Task brief »
In your reply, reproduce the lines from the first one below to the line containing "for many, the", inclusive, exactly as they stand.

(Saved entries)
****************

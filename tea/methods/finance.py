"""Discounting, rates of return, loan payments and paybacks over arrays of years.

Pure functions of numbers and numpy arrays: no files, no case objects, no pandas.

Conventions
-----------
Flow arrays are net cash flows in the case's currency, one value per year:

* **Signs**: costs are negative, receipts are positive.
* **Timing**: ``flows[..., 0]`` is the planting year, t = 0, and is not
  discounted; flow ``t`` falls at the end of year ``t`` and is discounted by
  the factor :math:`(1 + r)^{-t}`. This is the numpy-financial ``npv``
  convention. (A spreadsheet's ``NPV`` discounts its first value by one year,
  so the spreadsheet equivalent is ``first + NPV(rate, rest)``.)
* **Shapes**: flows are shaped ``(years,)`` for one case or ``(cases, years)``
  for many, the year axis last. Rates are scalars or shaped ``(cases,)``. A
  function of one flow row returns a Python float (or int) for 1-D input and
  an ndarray shaped ``(cases,)`` for 2-D input.

Rule for the internal rate of return
------------------------------------
The IRR is the rate ``r`` in (-1, inf) at which the NPV is zero. With
:math:`x = 1/(1+r)`, which maps (-1, inf) onto (0, inf), the NPV is the
polynomial :math:`\\sum_t v_t x^t`. By Descartes' rule of signs the number of
its positive roots, counted with multiplicity, is the number of sign changes
in the flows (zeros ignored) or less than that by an even number. Hence:

* no sign change: no IRR;
* one sign change (the usual stand: costs first, receipts later): exactly one
  IRR, found by a safeguarded Newton iteration;
* an even number of sign changes (for instance a final-year removal cost
  that turns the last net flow negative): zero or at least two roots, never
  exactly one, so the IRR is undefined;
* an odd number of three or more: one or at least three roots. They are
  counted by Descartes' rule on intervals of (-1, inf), mapped onto
  (0, inf) (the Vincent-Collins-Akritas test [3]_): first r > 0 and r < 0,
  then 15 narrower intervals for rows not decided, and from companion-matrix
  eigenvalues [4]_ for the rare rows still undecided. The IRR is reported only
  when exactly one root lies in (-1, inf).

Where the IRR is undefined, ``irr`` returns NaN and ``irr_explained`` says why;
``mirr`` is defined for any flows with both signs. Roots are counted with
multiplicity, so a rate at which NPV only touches zero without changing sign
(a double root) is never reported as a unique IRR. The interval test is exact
except where a transformed coefficient is too close to zero for its sign to be
sure, and then defers to the eigenvalues. There, an eigenvalue whose imaginary
part is below 1e-7 of its modulus counts as real (in double precision such a
pair cannot be told from a double root), and rows whose nonzero flows span
more than ten orders of magnitude are reported as undefined: the eigenvalues
are accurate relative to the largest coefficient and cannot resolve the roots
that much smaller ones decide.

These are planning estimates, not financial, tax or investment advice.

References
----------
.. [1] L. J. Gitman, *Principles of Managerial Finance, Brief*, 3rd ed.,
   Addison-Wesley, 2003, pp. 346-348 (NPV and IRR).
.. [2] D. R. Curtiss, "Recent extensions of Descartes' rule of signs",
   *Annals of Mathematics* 19(4), 251-278, 1918. doi:10.2307/1967494
.. [3] G. E. Collins and A. G. Akritas, "Polynomial real root isolation using
   Descartes' rule of signs", *Proc. 1976 ACM Symposium on Symbolic and
   Algebraic Computation*, 272-275, 1976. doi:10.1145/800205.806346
.. [4] A. Edelman and H. Murakami, "Polynomial roots from companion matrix
   eigenvalues", *Mathematics of Computation* 64(210), 763-776, 1995.
   doi:10.1090/S0025-5718-1995-1262279-2
.. [5] W. H. Press, S. A. Teukolsky, W. T. Vetterling and B. P. Flannery,
   *Numerical Recipes*, 3rd ed., Cambridge University Press, 2007, sec. 9.4
   (Newton-Raphson with a bracketing safeguard).
.. [6] OASIS, *Open Document Format for Office Applications (OpenDocument)
   v1.2, Part 2: Recalculated Formula (OpenFormula) Format*, 2011,
   sec. 6.12 (financial functions PMT, IPMT, PPMT, MIRR).
.. [7] R. A. Brealey, S. C. Myers and F. Allen, *Principles of Corporate
   Finance*, 10th ed., McGraw-Hill, 2011, ch. 2 (annuities), ch. 5 (payback),
   ch. 6 (equivalent annual cash flows).
.. [8] I. Fisher, *The Theory of Interest*, Macmillan, 1930, ch. 2.
"""

from __future__ import annotations

import functools
import math
from collections.abc import Sequence

import numpy as np

__all__ = [
    "discount_factors",
    "npv",
    "irr",
    "irr_scalar",
    "irr_explained",
    "mirr",
    "pmt",
    "ipmt",
    "ppmt",
    "annuity_factor",
    "capital_recovery_factor",
    "equivalent_annual_value",
    "fisher_real_rate",
    "fisher_nominal_rate",
    "payback",
    "peak_funding",
    "sign_changes",
]

# --- numerical settings of the IRR solver (not model coefficients) ---------
# Stop when a step changes z = 1/(1+r) (or 1+r) by at most this fraction of z:
# the rate is then accurate to about 1e-13 * (1 + r).
_STEP_RTOL = 1e-13
# Newton steps taken by every row before the convergence mask is looked at.
_NEWTON_STEPS = 4
# Further safeguarded Newton steps, at most, for the rows not yet converged.
_EXTRA_NEWTON_STEPS = 16
# Geometric bisection steps for the (rare) rows still not converged: enough to
# narrow any bracket within the float range to the float resolution.
_BISECTION_STEPS = 64
# Rows solved together: keeps the working vectors in the processor cache.
_CHUNK_ROWS = 32768
# Rows per block when transposing (cases, years) to (years, cases).
_TRANSPOSE_ROWS = 512
# An eigenvalue whose imaginary part is below this fraction of its modulus is
# taken as real: in double precision such a pair cannot be told apart from a
# repeated real root.
_REAL_ROOT_RTOL = 1e-7
# Rows left to the eigenvalue count are counted only if their nonzero flows
# span less than this ratio: the eigenvalues of the companion matrix are
# accurate relative to the largest coefficient, so much smaller ones cannot be
# resolved. (irr_explained lists roots under the same rule.)
_COUNT_RANGE = 1e10
# Rows whose first nonzero coefficient (in the orientation solved) is below
# this fraction of the largest have roots outside double precision.
_TINY_LEAD = 1e-300

# Breakpoints x = 1/(1+r) of the partitions of (0, inf) on which roots are
# counted by Descartes' rule: first split at r = 0 only, then, for rows left
# undecided, finer (exact binary fractions; r from +300 % to -94 %).
_COUNT_BREAKS_COARSE = (1.0,)
_COUNT_BREAKS = (0.25, 0.5, 0.625, 0.75, 0.8125, 0.875, 0.9375, 1.0, 1.125, 1.25, 1.5, 2.0, 4.0, 16.0)
# A transformed coefficient within this many units of rounding (n eps times
# the sum of the magnitudes of its terms) of zero has an uncertain sign.
_SIGN_GUARD = 64.0
# Multiply-adds per matrix product of the root-count transform, and rows
# handled at a time.
_COUNT_BLOCK = 200_000
_COUNT_ROWS = 128

_WHEN = {"end": 0, "begin": 1, 0: 0, 1: 1}


# ---------------------------------------------------------------------------
# input helpers
# ---------------------------------------------------------------------------
def _flows_2d(flows, name: str = "flows") -> tuple[np.ndarray, bool]:
    """Return flows as a float (cases, years) array and whether input was 1-D."""
    arr = np.asarray(flows, dtype=float)
    if arr.ndim == 1:
        return arr[np.newaxis, :], True
    if arr.ndim == 2:
        return arr, False
    raise ValueError(
        f"{name} must be shaped (years,) or (cases, years), got {arr.ndim} dimensions"
    )


def _rates(rate, cases: int | None, name: str = "rate") -> np.ndarray:
    """Return a rate as a float array broadcastable against (cases,).

    ``cases`` is None for a single flow row: any number of rates is then
    allowed, one result per rate.
    """
    arr = np.asarray(rate, dtype=float)
    if arr.ndim > 1 or (arr.ndim == 1 and cases is not None and arr.shape[0] not in (1, cases)):
        raise ValueError(
            f"{name} must be a scalar or shaped (cases,) = ({cases},), got shape {arr.shape}"
        )
    return arr


def _ufunc_like(result: np.ndarray, *args):
    """Python float when every argument is a scalar, else the array."""
    if all(np.ndim(a) == 0 for a in args):
        return float(result)
    return result


def _when_code(when):
    if isinstance(when, str) or np.ndim(when) == 0:
        try:
            return _WHEN[when if isinstance(when, str) else int(when)]
        except (KeyError, TypeError, ValueError):
            raise ValueError(f"when must be 'end' (0) or 'begin' (1), got {when!r}") from None
    codes = np.asarray([_when_code(w) for w in np.ravel(when)])
    return codes.reshape(np.shape(when))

****************

Solution »
filename tea/methods/finance.py
"""Discounting, rates of return, loan payments and paybacks over arrays of years.

Pure functions of numbers and numpy arrays: no files, no case objects, no pandas.

Conventions
-----------
Flow arrays are net cash flows in the case's currency, one value per year:

* **Signs**: costs are negative, receipts are positive.
* **Timing**: ``flows[..., 0]`` is the planting year, t = 0, and is not
  discounted; flow ``t`` falls at the end of year ``t`` and is discounted by
  the factor :math:`(1 + r)^{-t}`. This is the numpy-financial ``npv``
  convention. (A spreadsheet's ``NPV`` discounts its first value by one year,
  so the spreadsheet equivalent is ``first + NPV(rate, rest)``.)
* **Shapes**: flows are shaped ``(years,)`` for one case or ``(cases, years)``
  for many, the year axis last. Rates are scalars or shaped ``(cases,)``. A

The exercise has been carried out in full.